DTOs (Data Transfer Objects) define what enters and leaves the system. In FastAPI, they are typically implemented as Pydantic models.

Using DTOs:

  • Enforces strict input/output shapes
  • Generates API documentation automatically (OpenAPI/Swagger UI)
  • Prevents internal DB models from leaking to the client

DTOs are an API contract. They should remain stable, and you should version them when breaking changes are unavoidable.

3.1 Input vs. Output DTOs

  • Input DTOs validate and normalize user input (e.g., required fields, formats, bounds).
  • Output DTOs shape the response and hide sensitive/internal fields (e.g., private_key, internal IDs).

3.2 Mapping layer (DTO ↔ Domain/ORM)

Keep mapping explicit so you can change internal models without breaking the API contract:

  • DTO → Domain/Command (service input)
  • Domain/ORM → DTO (router response)

This small extra step pays off when you refactor the database schema or introduce new providers/exchanges.

4. A minimal flow


Router → DTO validation → Service → Repository/Infrastructure → DTO response

This structure provides:

  • Testable business logic (service tests don’t need HTTP)
  • Clear boundaries between the API layer, business logic, and infrastructure
  • Easier maintenance and refactoring as the codebase grows

It also makes it easier to manage transactions and swap infrastructure components (e.g., database, cache, external exchange clients) without touching routers.

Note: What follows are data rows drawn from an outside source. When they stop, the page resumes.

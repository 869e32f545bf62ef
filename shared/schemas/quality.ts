import { z } from 'zod'

/**
 * QA: analysis of filled cylinders against their specification, release of certificates of composition
 * (content per ISO 6141), corrections as new revisions. Compositions cross the wire as mole (amount)
 * fractions 0..1; the unit QA typed a value in is kept for display only.
 */

// ---- composition units ------------------------------------------------------------------------------

export const COMPOSITION_UNITS = ['percent', 'ppm', 'mol/mol'] as const
export const CompositionUnitSchema = z.enum(COMPOSITION_UNITS)
export type CompositionUnit = z.infer<typeof CompositionUnitSchema>

/** how each unit is printed: amount-fraction units, never "% vol" */
export const COMPOSITION_UNIT_LABEL: Record<CompositionUnit, string> = {
  percent: '% mol/mol',
  ppm: 'µmol/mol',
  'mol/mol': 'mol/mol',
}

/** how many of each unit make 1 mol/mol (dividing by these keeps entered decimals exact to the last bit) */
export const COMPOSITION_UNIT_PER_MOL_MOL: Record<CompositionUnit, number> = { percent: 100, ppm: 1e6, 'mol/mol': 1 }

export function toMoleFraction(value: number, unit: CompositionUnit): number {
  return value / COMPOSITION_UNIT_PER_MOL_MOL[unit]
}

/** a mole fraction in `unit`, rid of binary noise beyond 12 significant digits (far below any measurement) */
export function fromMoleFraction(x: number, unit: CompositionUnit): number {
  return Number((x * COMPOSITION_UNIT_PER_MOL_MOL[unit]).toPrecision(12))
}

/** the unit a fraction reads best in: % from 1 % up, µmol/mol below (common practice, no source) */
export function naturalUnit(x: number): CompositionUnit {
  return x >= 0.01 ? 'percent' : 'ppm'
}
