import { z } from 'zod'
import { isKnownGas } from '../physics/gases.ts'
import { type OrderStatus, OrderStatusSchema } from './order-lifecycle.ts'
import { LinePricingSchema, toMoleFraction } from './line-pricing.ts'

/**
 * Orders and their mixture specifications as they cross the wire.
 *
 * A line names its minor components with the amount the customer asked for, in the unit they used
 * (amount fractions: % mol/mol, ppm = µmol/mol, or mol/mol), and a balance gas that makes up the rest.
 * The stored composition keeps both: the mole fraction (0..1) the shop works with and the customer's
 * amount and unit, so the quote and the certificate can repeat the request as it was made.
 */

export const COMPONENT_UNITS = ['percent', 'ppm', 'mol/mol'] as const
export const ComponentUnitSchema = z.enum(COMPONENT_UNITS)
export type ComponentUnit = z.infer<typeof ComponentUnitSchema>
export const COMPONENT_UNIT_LABEL: Record<ComponentUnit, string> = {
  percent: '% mol/mol',
  ppm: 'ppm (µmol/mol)',
  'mol/mol': 'mol/mol',
}
export const COMPONENT_UNIT_SHORT: Record<ComponentUnit, string> = { percent: '%', ppm: 'ppm', 'mol/mol': 'mol/mol' }

export const FILL_METHODS = ['partial-pressure', 'gravimetric'] as const
export const FillMethodSchema = z.enum(FILL_METHODS)
export type FillMethod = z.infer<typeof FillMethodSchema>
export const FILL_METHOD_LABEL: Record<FillMethod, string> = { 'partial-pressure': 'Partial pressure', gravimetric: 'Gravimetric' }

export const GasIdSchema = z
  .string()
  .trim()
  .min(1, 'Choose a gas')
  .max(64)
  .refine((id) => isKnownGas(id), 'Not a gas of the gas library')

const DATE_ONLY = /^\d{4}-\d{2}-\d{2}$/
export const DateOnlySchema = z
  .string()
  .regex(DATE_ONLY, 'Use the date form yyyy-mm-dd')
  .refine((s) => {
    const d = new Date(`${s}T00:00:00Z`)
    return !Number.isNaN(d.getTime()) && d.toISOString().slice(0, 10) === s
  }, 'Not a calendar date')

export const SpecComponentInputSchema = z.strictObject({
  gas: GasIdSchema,
  amount: z.number({ error: 'Enter the amount' }).positive('The amount must be above 0').finite(),
  unit: ComponentUnitSchema,
})
export type SpecComponentInput = z.infer<typeof SpecComponentInputSchema>

/** Highest settled fill pressure the quote screen accepts, bar gauge at 15 °C (cylinders of the trade go to 300 bar). */
export const MAX_FILL_PRESSURE_BAR_GAUGE = 300

export const OrderLineInputSchema = z
  .strictObject({
    /** free text shown on the quote; the server writes one from the composition when empty */
    description: z.string().trim().max(200),
    /** the minor components; the balance gas is given separately and makes up the rest */
    components: z.array(SpecComponentInputSchema).max(20, 'At most 20 components'),
    balanceGas: GasIdSchema,
    /** allowed deviation of the prepared content from the requested one, relative % */
    blendTolerancePct: z.number({ error: 'Enter the blend tolerance' }).positive('Above 0 %').max(100),
    /** expanded (k = 2) relative uncertainty of the certified values, % */
    certificationUncertaintyPct: z.number({ error: 'Enter the certification uncertainty' }).positive('Above 0 %').max(100),
    waterVolumeL: z.number({ error: 'Enter the cylinder water volume' }).positive('Above 0 L').max(1000, 'At most 1000 L'),
    valveOutlet: z.string().trim().min(1, 'Enter the valve outlet').max(64),
    quantity: z.number({ error: 'Enter the number of cylinders' }).int('Whole cylinders').min(1, 'At least 1 cylinder').max(1000),
    /** settled filling pressure, bar gauge at 15 °C */
    finalPressureBarGauge: z
      .number({ error: 'Enter the fill pressure' })
      .positive('Above 0 bar')
      .max(MAX_FILL_PRESSURE_BAR_GAUGE, `At most ${MAX_FILL_PRESSURE_BAR_GAUGE} bar gauge`),
    method: FillMethodSchema,
  })
  .superRefine((line, ctx) => {
    const seen = new Map<string, number>()
    let sum = 0
    line.components.forEach((c, i) => {
      if (seen.has(c.gas)) ctx.addIssue({ code: 'custom', path: ['components', i, 'gas'], message: 'This gas is listed twice; combine the amounts' })
      seen.set(c.gas, i)
      if (c.gas === line.balanceGas)
        ctx.addIssue({ code: 'custom', path: ['components', i, 'gas'], message: 'The balance gas makes up the rest; do not list it as a component' })
      const x = toMoleFraction(c.amount, c.unit)
      if (x >= 1) ctx.addIssue({ code: 'custom', path: ['components', i, 'amount'], message: 'A minor component must be below 100 %' })
      sum += x
    })
    if (sum >= 1) {
      ctx.addIssue({ code: 'custom', path: ['components'], message: `The components add up to ${(sum * 100).toFixed(4)} %; leave room for the balance gas` })
    }
  })
export type OrderLineInput = z.infer<typeof OrderLineInputSchema>

/** Default quoted rental period, days (rental beyond it is charged at the day rate). */
export const DEFAULT_RENTAL_DAYS = 30

export const OrderInputSchema = z.strictObject({
  customerId: z.number({ error: 'Choose the customer' }).int().positive('Choose the customer'),
  /** the customer's reference (PO number, project) */
  reference: z.string().trim().max(120),
  neededBy: DateOnlySchema.nullable(),
  /** rental period included in the quote, days */
  rentalDays: z.number({ error: 'Enter the rental days' }).int('Whole days').min(0).max(3650),
  notes: z.string().trim().max(4000),
  lines: z.array(OrderLineInputSchema).min(1, 'Add at least one mixture').max(50),
})
export type OrderInput = z.infer<typeof OrderInputSchema>

/** Editing a draft: the version read with it, so a stale edit is refused (409). */
export const OrderUpdateInputSchema = OrderInputSchema.extend({ version: z.number().int().min(1) })
export type OrderUpdateInput = z.infer<typeof OrderUpdateInputSchema>

export const TransitionInputSchema = z.strictObject({
  to: OrderStatusSchema,
  /** optional: the version the user acted on; a stale version answers 409 */
  version: z.number().int().min(1).optional(),
})
export type TransitionInput = z.infer<typeof TransitionInputSchema>

export const OrderIdParamsSchema = z.strictObject({ id: z.coerce.number().int().positive() })

// ---- list ------------------------------------------------------------------------------------------------

export const ORDER_SORTS = ['-created', 'created', '-number', 'number', 'neededBy', '-neededBy', '-total', 'total'] as const
export const OrderSortSchema = z.enum(ORDER_SORTS)
export type OrderSort = z.infer<typeof OrderSortSchema>

export const ORDER_LIST_MAX_LIMIT = 200

export const OrderListQuerySchema = z.strictObject({
  /** one status or several, comma-separated (e.g. "quoted,accepted") */
  status: z
    .string()
    .trim()
    .max(200)
    .optional()
    .transform((s) =>
      s
        ? s
            .split(',')
            .map((x) => x.trim())
            .filter(Boolean)
        : undefined,
    )
    .pipe(z.array(OrderStatusSchema).optional()),
  customerId: z.coerce.number().int().positive().optional(),
  /** text search on order number, company and customer reference */
  q: z.string().trim().max(100).optional(),
  sort: OrderSortSchema.default('-created'),
  cursor: z.string().max(300).optional(),
  limit: z.coerce.number().int().min(1).max(ORDER_LIST_MAX_LIMIT).default(50),
})
/** the query as the client sends it */
export type OrderListQuery = z.input<typeof OrderListQuerySchema>
/** the query as the server reads it (parsed, defaults applied) */
export type OrderListParams = z.output<typeof OrderListQuerySchema>

export const OrderCustomerRefSchema = z.object({ id: z.number().int(), code: z.string(), company: z.string() })

export const OrderSummarySchema = z.object({
  id: z.number().int(),
  number: z.string(),
  status: OrderStatusSchema,
  customer: OrderCustomerRefSchema,
  reference: z.string(),
  neededBy: z.string().nullable(),
  totalMinor: z.number().int(),
  currency: z.string(),
  createdAt: z.string(),
  /** the first line's description, "+ n more" when there are several */
  lineSummary: z.string(),
  cylinders: z.number().int(),
})
export type OrderSummary = z.infer<typeof OrderSummarySchema>

export const OrderListSchema = z.object({
  items: z.array(OrderSummarySchema),
  nextCursor: z.string().nullable(),
  /** number of matching orders (first page only; null on later pages and for text searches, which would scan every order) */
  total: z.number().int().nullable(),
})
export type OrderList = z.infer<typeof OrderListSchema>

// ---- detail ----------------------------------------------------------------------------------------------

export const StoredComponentSchema = z.object({
  gas: z.string(),
  /** mole fraction 0..1 */
  fraction: z.number(),
  /** as the customer asked (absent on the balance gas) */
  amount: z.number().optional(),
  unit: ComponentUnitSchema.optional(),
})

export const OrderLineSchema = z.object({
  id: z.number().int(),
  lineNo: z.number().int(),
  description: z.string(),
  /** all components including the balance gas, mole fractions summing to 1 */
  components: z.array(StoredComponentSchema),
  balanceGas: z.string(),
  blendTolerancePct: z.number(),
  certificationUncertaintyPct: z.number(),
  waterVolumeL: z.number(),
  valveOutlet: z.string(),
  quantity: z.number().int(),
  finalPressureBarGauge: z.number(),
  method: FillMethodSchema,
  priceMinor: z.number().int(),
  /** the breakdown the price was built from (as computed when the order was last saved or quoted) */
  pricing: LinePricingSchema.nullable(),
})
export type OrderLine = z.infer<typeof OrderLineSchema>

export const TimelineEventSchema = z.object({
  at: z.string(),
  action: z.string(),
  /** what happened, in words */
  text: z.string(),
  actor: z.string().nullable(),
  from: OrderStatusSchema.nullable(),
  to: OrderStatusSchema.nullable(),
})
export type TimelineEvent = z.infer<typeof TimelineEventSchema>

export const AvailableTransitionSchema = z.object({ to: OrderStatusSchema, action: z.string() })

export const OrderDetailSchema = OrderSummarySchema.extend({
  customer: OrderCustomerRefSchema.extend({ contactName: z.string(), contactEmail: z.string() }),
  rentalDays: z.number().int(),
  notes: z.string(),
  quoteValidUntil: z.string().nullable(),
  quoteSentAt: z.string().nullable(),
  acceptedAt: z.string().nullable(),
  updatedAt: z.string(),
  version: z.number().int(),
  lines: z.array(OrderLineSchema),
  timeline: z.array(TimelineEventSchema),
  /** the moves the signed-in user may make from the current status */
  transitions: z.array(AvailableTransitionSchema),
})
export type OrderDetail = z.infer<typeof OrderDetailSchema>

/** The status counts behind the sales and customer home queues. */
export const OrderQueueCountsSchema = z.object({ counts: z.record(OrderStatusSchema, z.number().int()) })
export type OrderQueueCounts = z.infer<typeof OrderQueueCountsSchema>

/** Statuses a customer still waits on (not finished, not cancelled). */
export const OPEN_ORDER_STATUSES: readonly OrderStatus[] = ['draft', 'quoted', 'accepted', 'planned', 'filling', 'analysis', 'released', 'shipped', 'invoiced']

/** An order line as the edit form holds it, from a stored line. */
export function lineToInput(line: OrderLine): OrderLineInput {
  return {
    description: line.description,
    components: line.components
      .filter((c) => c.gas !== line.balanceGas)
      .map((c) => ({ gas: c.gas, amount: c.amount ?? c.fraction * 100, unit: c.unit ?? 'percent' })),
    balanceGas: line.balanceGas,
    blendTolerancePct: line.blendTolerancePct,
    certificationUncertaintyPct: line.certificationUncertaintyPct,
    waterVolumeL: line.waterVolumeL,
    valveOutlet: line.valveOutlet,
    quantity: line.quantity,
    finalPressureBarGauge: line.finalPressureBarGauge,
    method: line.method,
  }
}
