/**
 * Speed of one state evaluation, Z(T, p) (density root), per model, for a 3-component welding-type mixture and the
 * 21-component GERG-2008 check mixture. Run: npx tsx bench/physics-models.bench.ts
 * Goal for the cubic models: < 500 ns per evaluation after prepareModel.
 * Two cases: T fixed while p varies (a(T) cached, the planner's usual loop) and T varying on every call.
 */
import { GERG_COMPONENT_IDS, type Mixture, type ModelId, prepareModel } from '../shared/physics/index.ts'

const MIXTURES: Record<string, Mixture> = {
  'N2/Ar/CO2 (3)': { gasIds: ['nitrogen', 'argon', 'carbon-dioxide'], x: [0.1, 0.72, 0.18] },
  'GERG check (21)': {
    gasIds: [...GERG_COMPONENT_IDS],
    x: [
      0.77824, 0.02, 0.06, 0.08, 0.03, 0.0015, 0.003, 0.0005, 0.00165, 0.00215, 0.00088, 0.00024, 0.00015, 0.00009, 0.004, 0.005, 0.002, 0.0001, 0.0025, 0.007,
      0.001,
    ],
  },
}

const MODELS: readonly ModelId[] = ['ideal', 'van-der-waals', 'srk', 'peng-robinson', 'gerg-2008']

function nsPerCall(run: (i: number) => number, calls: number): number {
  let sink = 0
  for (let i = 0; i < Math.min(calls, 20_000); i++) sink += run(i) // warm-up
  let best = Number.POSITIVE_INFINITY
  for (let rep = 0; rep < 5; rep++) {
    const start = process.hrtime.bigint()
    for (let i = 0; i < calls; i++) sink += run(i)
    const elapsed = Number(process.hrtime.bigint() - start)
    best = Math.min(best, elapsed / calls)
  }
  if (!Number.isFinite(sink)) throw new Error('non-finite result in benchmark')
  return best
}

const rows: string[][] = [['mixture', 'model', 'ns/eval (T fixed)', 'ns/eval (T varies)']]
for (const [label, mixture] of Object.entries(MIXTURES)) {
  for (const model of MODELS) {
    const prepared = prepareModel(model, mixture)
    const calls = model === 'gerg-2008' ? 20_000 : 1_000_000
    const fixedT = nsPerCall((i) => prepared.compressibility(288.15, 1e6 + (i % 1000) * 2.5e4), calls)
    const varyT = nsPerCall((i) => prepared.compressibility(263.15 + (i % 100) * 0.5, 1e6 + (i % 1000) * 2.5e4), calls)
    rows.push([label, model, fixedT.toFixed(0), varyT.toFixed(0)])
  }
}
const widths = rows[0].map((_, c) => Math.max(...rows.map((r) => r[c].length)))
for (const r of rows) console.log(r.map((cell, c) => cell.padEnd(widths[c])).join('  '))
console.log(`node ${process.version}; best of 5 runs after warm-up`)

Below is simplified pseudocode that reflects my current backend flow.

# Note: This is simplified pseudocode to illustrate the layering and data flow.

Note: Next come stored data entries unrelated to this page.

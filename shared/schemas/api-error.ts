import { z } from 'zod'

/** RFC 9457 problem details, the one error shape of the API. */
export const ApiErrorBodySchema = z.object({
  type: z.string(),
  title: z.string(),
  status: z.number().int(),
  detail: z.string(),
  instance: z.string().optional(),
  /** per-field errors for validation failures */
  errors: z.array(z.object({ field: z.string(), message: z.string(), code: z.string().optional() })).optional(),
})
export type ApiErrorBody = z.infer<typeof ApiErrorBodySchema>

# Router: validates DTO and delegates to service
# Service: applies business rules and orchestrates dependencies
# DTO: defines API contract (request/response shape)

# backend/src/api/settings_router.py
from fastapi import APIRouter, Depends
from dto.exchanges_dto import ApiKeyCreateRequest, ApiKeyResponse
from services.exchanges_service import register_exchange_api_key

router = APIRouter(prefix="/api/settings", tags=["settings"])

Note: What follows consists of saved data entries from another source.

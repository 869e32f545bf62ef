import { z } from 'zod'

/**
 * Wire shapes of the cylinder inventory. Pressures are bar gauge at 15 °C (as marked on the cylinder),
 * water volume in litres, dates ISO yyyy-mm-dd.
 */

export const CYLINDER_MATERIALS = ['steel', 'aluminium', 'composite'] as const
export const CylinderMaterialSchema = z.enum(CYLINDER_MATERIALS)
export type CylinderMaterial = z.infer<typeof CylinderMaterialSchema>

export const CYLINDER_STATUSES = ['available', 'reserved', 'filling', 'awaiting-analysis', 'full', 'shipped', 'quarantine', 'retired'] as const
export const CylinderStatusSchema = z.enum(CYLINDER_STATUSES)
export type CylinderStatus = z.infer<typeof CylinderStatusSchema>

/** Fillwright's words for the cylinder states. */
export const CYLINDER_STATUS_LABEL: Record<CylinderStatus, string> = {
  available: 'Ready for use',
  reserved: 'Booked for a fill',
  filling: 'On the manifold',
  'awaiting-analysis': 'Waiting for analysis',
  full: 'Filled and certified',
  shipped: 'With the customer',
  quarantine: 'Held back',
  retired: 'Out of service',
}

/** States a person may set by hand; the others follow the work (booking, filling, analysis, shipping). */
export const MANUAL_CYLINDER_STATUSES = ['available', 'quarantine', 'retired'] as const

/** Days ahead in which a periodic test counts as "due soon". */
export const TEST_DUE_SOON_DAYS = 90

const ISO_DATE = /^\d{4}-\d{2}-\d{2}$/
export const IsoDateSchema = z
  .string()
  .regex(ISO_DATE, 'Use the date form yyyy-mm-dd.')
  .refine((s) => {
    const d = new Date(`${s}T00:00:00Z`)
    return !Number.isNaN(d.getTime()) && d.toISOString().slice(0, 10) === s
  }, 'Not a real calendar date.')

export const CylinderResidualSchema = z.discriminatedUnion('kind', [
  z.strictObject({ kind: z.literal('evacuated') }),
  z.strictObject({
    kind: z.literal('residual'),
    /** residual gauge pressure, bar */
    pressureBarGauge: z.number().min(0).max(1000),
    composition: z
      .array(z.strictObject({ gas: z.string().min(1).max(64), fraction: z.number().min(0).max(1) }))
      .max(20)
      .default([]),
  }),
])
export type CylinderResidual = z.infer<typeof CylinderResidualSchema>

const serial = z.string().trim().min(1, 'Give the serial number.').max(64)
/** a barcode is printed as Code 128: printable ASCII only */
const barcode = z
  .string()
  .trim()
  .min(1, 'Give the barcode.')
  .max(64)
  .regex(/^[\x21-\x7e]+$/, 'Letters, digits and printable symbols only, no spaces.')

const cylinderFields = {
  serial,
  barcode,
  waterVolumeL: z
    .number({ error: 'Give the water volume in litres.' })
    .positive('Water volume must be above 0 L.')
    .max(1000, 'Water volume above 1000 L is not a cylinder.'),
  servicePressureBar: z.number({ error: 'Give the service pressure in bar.' }).positive('Service pressure must be above 0 bar.').max(1000),
  testPressureBar: z.number({ error: 'Give the test pressure in bar.' }).positive('Test pressure must be above 0 bar.').max(1500),
  material: CylinderMaterialSchema,
  valveOutlet: z.string().trim().min(1, 'Give the valve outlet.').max(64),
  oxygenClean: z.boolean(),
  ownerId: z.number().int().positive().nullable(),
  lastTestDate: IsoDateSchema,
  nextTestDate: IsoDateSchema,
  residual: CylinderResidualSchema,
  notes: z.string().max(2000),
}

type PressureAndDates = { servicePressureBar: number; testPressureBar: number; lastTestDate: string; nextTestDate: string }
function checkPressuresAndDates(v: PressureAndDates, ctx: z.RefinementCtx): void {
  if (v.testPressureBar < v.servicePressureBar) {
    ctx.addIssue({ code: 'custom', path: ['testPressureBar'], message: 'The test pressure is at least the service pressure.' })
  }
  if (v.nextTestDate <= v.lastTestDate) {
    ctx.addIssue({ code: 'custom', path: ['nextTestDate'], message: 'The next test date comes after the last test date.' })
  }
}

/** Create a cylinder. */
export const CylinderInputSchema = z
  .strictObject({
    ...cylinderFields,
    oxygenClean: cylinderFields.oxygenClean.default(false),
    ownerId: cylinderFields.ownerId.default(null),
    residual: cylinderFields.residual.default({ kind: 'evacuated' }),
    notes: cylinderFields.notes.default(''),
    status: z.enum(MANUAL_CYLINDER_STATUSES).default('available'),
  })
  .superRefine(checkPressuresAndDates)
export type CylinderInput = z.input<typeof CylinderInputSchema>
export type CylinderInputParsed = z.output<typeof CylinderInputSchema>

/** Edit a cylinder: every field, plus the version read (a stale version is 409). */
export const CylinderUpdateSchema = z
  .strictObject({
    ...cylinderFields,
    status: z.enum(MANUAL_CYLINDER_STATUSES).optional(),
    expectedVersion: z.number().int().min(1),
  })
  .superRefine(checkPressuresAndDates)
export type CylinderUpdate = z.infer<typeof CylinderUpdateSchema>

export const TestStateSchema = z.enum(['ok', 'due-soon', 'overdue'])
export type TestState = z.infer<typeof TestStateSchema>

export const CylinderSchema = z.object({
  id: z.number().int(),
  serial: z.string(),
  barcode: z.string(),
  waterVolumeL: z.number(),
  servicePressureBar: z.number(),
  testPressureBar: z.number(),
  material: CylinderMaterialSchema,
  valveOutlet: z.string(),
  oxygenClean: z.boolean(),
  ownerId: z.number().int().nullable(),
  /** customer company, or null for shop-owned */
  ownerName: z.string().nullable(),
  lastTestDate: z.string(),
  nextTestDate: z.string(),
  testState: TestStateSchema,
  status: CylinderStatusSchema,
  residual: CylinderResidualSchema,
  notes: z.string(),
  /** true when the cylinder may not be booked for a fill or planned; `blockReason` says why */
  blocked: z.boolean(),
  blockReason: z.string().nullable(),
  version: z.number().int(),
  updatedAt: z.string(),
})
export type Cylinder = z.infer<typeof CylinderSchema>

export const CYLINDER_SORTS = ['serial', 'nextTestDate', 'waterVolumeL', 'status'] as const

export const CylinderListQuerySchema = z.strictObject({
  /** matches serial, barcode, valve outlet or owner */
  q: z.string().trim().max(100).optional(),
  status: CylinderStatusSchema.optional(),
  material: CylinderMaterialSchema.optional(),
  oxygenClean: z.enum(['true', 'false']).optional(),
  /** 'overdue': past the next test date; 'due-soon': due within TEST_DUE_SOON_DAYS days (overdue included) */
  test: z.enum(['overdue', 'due-soon']).optional(),
  ownerId: z.coerce.number().int().positive().optional(),
  sort: z.enum(CYLINDER_SORTS).default('serial'),
  dir: z.enum(['asc', 'desc']).default('asc'),
  limit: z.coerce.number().int().min(1).max(500).default(100),
  offset: z.coerce.number().int().min(0).default(0),
})
export type CylinderListQuery = z.input<typeof CylinderListQuerySchema>

export const CylinderListSchema = z.object({ items: z.array(CylinderSchema), total: z.number().int() })
export type CylinderList = z.infer<typeof CylinderListSchema>

export const CylinderOwnerOptionSchema = z.object({ id: z.number().int(), code: z.string(), company: z.string() })
export const CylinderOwnerOptionsSchema = z.array(CylinderOwnerOptionSchema)
export type CylinderOwnerOption = z.infer<typeof CylinderOwnerOptionSchema>

// ---- CSV import ------------------------------------------------------------------------------------------

/** Columns of the import file, in the order of the template; headers are matched without case, spaces or underscores. */
export const CYLINDER_CSV_COLUMNS = [
  { key: 'serial', header: 'serial', required: true, note: 'unique serial number' },
  { key: 'barcode', header: 'barcode', required: true, note: 'unique; printed as Code 128' },
  { key: 'waterVolumeL', header: 'water_volume_l', required: true, note: 'water capacity, litres' },
  { key: 'servicePressureBar', header: 'service_pressure_bar', required: true, note: 'bar gauge at 15 °C' },
  { key: 'testPressureBar', header: 'test_pressure_bar', required: true, note: 'bar gauge' },
  { key: 'material', header: 'material', required: true, note: 'steel, aluminium or composite' },
  { key: 'valveOutlet', header: 'valve_outlet', required: true, note: 'e.g. DIN 477 No. 10' },
  { key: 'oxygenClean', header: 'oxygen_clean', required: false, note: 'yes/no (default no)' },
  { key: 'ownerCode', header: 'owner_code', required: false, note: 'customer code; empty = shop-owned' },
  { key: 'lastTestDate', header: 'last_test_date', required: true, note: 'yyyy-mm-dd' },
  { key: 'nextTestDate', header: 'next_test_date', required: true, note: 'yyyy-mm-dd' },
  { key: 'notes', header: 'notes', required: false, note: 'free text' },
] as const

export const CylinderImportRowValuesSchema = z.object({
  serial: z.string(),
  barcode: z.string(),
  waterVolumeL: z.number(),
  servicePressureBar: z.number(),
  testPressureBar: z.number(),
  material: CylinderMaterialSchema,
  valveOutlet: z.string(),
  oxygenClean: z.boolean(),
  ownerId: z.number().int().nullable(),
  ownerCode: z.string().nullable(),
  lastTestDate: z.string(),
  nextTestDate: z.string(),
  notes: z.string(),
})

export const ImportRowErrorSchema = z.object({ field: z.string(), message: z.string() })

export const CylinderImportRowSchema = z.object({
  /** line number in the file (the header is line 1) */
  line: z.number().int(),
  ok: z.boolean(),
  /** the raw cells as read, keyed by column key */
  raw: z.record(z.string(), z.string()),
  /** the parsed row when ok */
  values: CylinderImportRowValuesSchema.nullable(),
  errors: z.array(ImportRowErrorSchema),
  /** an ok row whose next test date has passed: it imports, and shows as blocked */
  overdue: z.boolean(),
})
export type CylinderImportRow = z.infer<typeof CylinderImportRowSchema>

export const CylinderImportPreviewSchema = z.object({
  fileName: z.string(),
  rows: z.array(CylinderImportRowSchema),
  validCount: z.number().int(),
  errorCount: z.number().int(),
  /** problems with the file as a whole (unknown or missing columns) */
  fileErrors: z.array(z.string()),
})
export type CylinderImportPreview = z.infer<typeof CylinderImportPreviewSchema>

export const CylinderImportResultSchema = z.object({
  created: z.number().int(),
  skipped: z.number().int(),
  createdIds: z.array(z.number().int()),
  rows: z.array(CylinderImportRowSchema),
})
export type CylinderImportResult = z.infer<typeof CylinderImportResultSchema>

// ---- fill history ----------------------------------------------------------------------------------------

export const CylinderHistoryReadingSchema = z.object({
  id: z.number().int(),
  stepIndex: z.number().int(),
  gas: z.string(),
  pressureBarGauge: z.number().nullable(),
  pressureBarAbs: z.number().nullable(),
  temperatureC: z.number().nullable(),
  scaleKg: z.number().nullable(),
  outcome: z.enum(['on-target', 'under', 'over']),
  recordedBy: z.string().nullable(),
  recordedAt: z.string(),
})

export const CylinderHistoryRunSchema = z.object({
  runId: z.number().int(),
  planId: z.number().int(),
  orderNumber: z.string().nullable(),
  description: z.string().nullable(),
  status: z.enum(['ready', 'in-progress', 'paused', 'completed', 'aborted']),
  scheduledFor: z.string(),
  startedAt: z.string().nullable(),
  completedAt: z.string().nullable(),
  technician: z.string().nullable(),
  replanCount: z.number().int(),
  readings: z.array(CylinderHistoryReadingSchema),
})
export const CylinderHistorySchema = z.object({ cylinderId: z.number().int(), runs: z.array(CylinderHistoryRunSchema) })
export type CylinderHistory = z.infer<typeof CylinderHistorySchema>

// ---- shared rules ----------------------------------------------------------------------------------------

/** Today's date in the local time zone as yyyy-mm-dd. */
export function localIsoDate(d: Date = new Date()): string {
  const y = d.getFullYear()
  const m = String(d.getMonth() + 1).padStart(2, '0')
  const day = String(d.getDate()).padStart(2, '0')
  return `${y}-${m}-${day}`
}

/** Adds days to an ISO date (calendar arithmetic in UTC, so no daylight-saving surprises). */
export function addDaysIso(iso: string, days: number): string {
  const d = new Date(`${iso}T00:00:00Z`)
  d.setUTCDate(d.getUTCDate() + days)
  return d.toISOString().slice(0, 10)
}

/**
 * Whether a cylinder's periodic test is valid on a date: a cylinder may be filled up to and including its
 * next test date, and not after it (49 CFR 180.205 and ADR P200 forbid filling a cylinder past its
 * requalification date).
 */
export function testStateOn(nextTestDate: string, onDate: string): TestState {
  if (nextTestDate < onDate) return 'overdue'
  if (nextTestDate <= addDaysIso(onDate, TEST_DUE_SOON_DAYS)) return 'due-soon'
  return 'ok'
}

@router.post("/exchange-api-key", response_model=ApiKeyResponse)
async def create_api_key(payload: ApiKeyCreateRequest):
    # 1) validate input (DTO)
    # 2) call service
    result = await register_exchange_api_key(payload)
    # 3) return response DTO
    return ApiKeyResponse.from_domain(result)


# backend/src/services/exchanges_service.py
from infra.exchange_client import ExchangeClient
from models.api_key import ApiKey
from dto.exchanges_dto import ApiKeyCreateRequest

async def register_exchange_api_key(dto: ApiKeyCreateRequest):
    # business rules / orchestration
    client = ExchangeClient()
    if not await client.validate_keys(dto.api_key, dto.secret_key):
        raise ValueError("Invalid API keys")

    api_key = ApiKey.from_dto(dto)
    await api_key.save()
    return api_key


# backend/src/dto/exchanges_dto.py
from pydantic import BaseModel

class ApiKeyCreateRequest(BaseModel):
    exchange: str
    api_key: str
    secret_key: str

class ApiKeyResponse(BaseModel):
    exchange: str
    masked_api_key: str

5. Common pitfalls


  • Business logic in routers: hard to reuse, hard to test
  • Leaky ORM/DB models: tightly couples the API to persistence
  • No service layer: business rules get scattered across unrelated files
  • Async/session misuse: sharing a session across concurrent tasks, or mixing sync and async sessions
  • DTO drift: response shapes change unintentionally without versioning or clear contracts

6. Suggested folder layout


backend/src/
  api/        # routers (FastAPI)
  services/   # business logic
  dto/        # Pydantic request/response models
  models/     # SQLAlchemy ORM models
  infra/      # external clients, adapters, cache, etc.

7. Takeaways


  • Keep routers thin and focused on I/O
  • Put decisions in services, not in endpoints
  • Use DTOs to keep API contracts explicit and stable.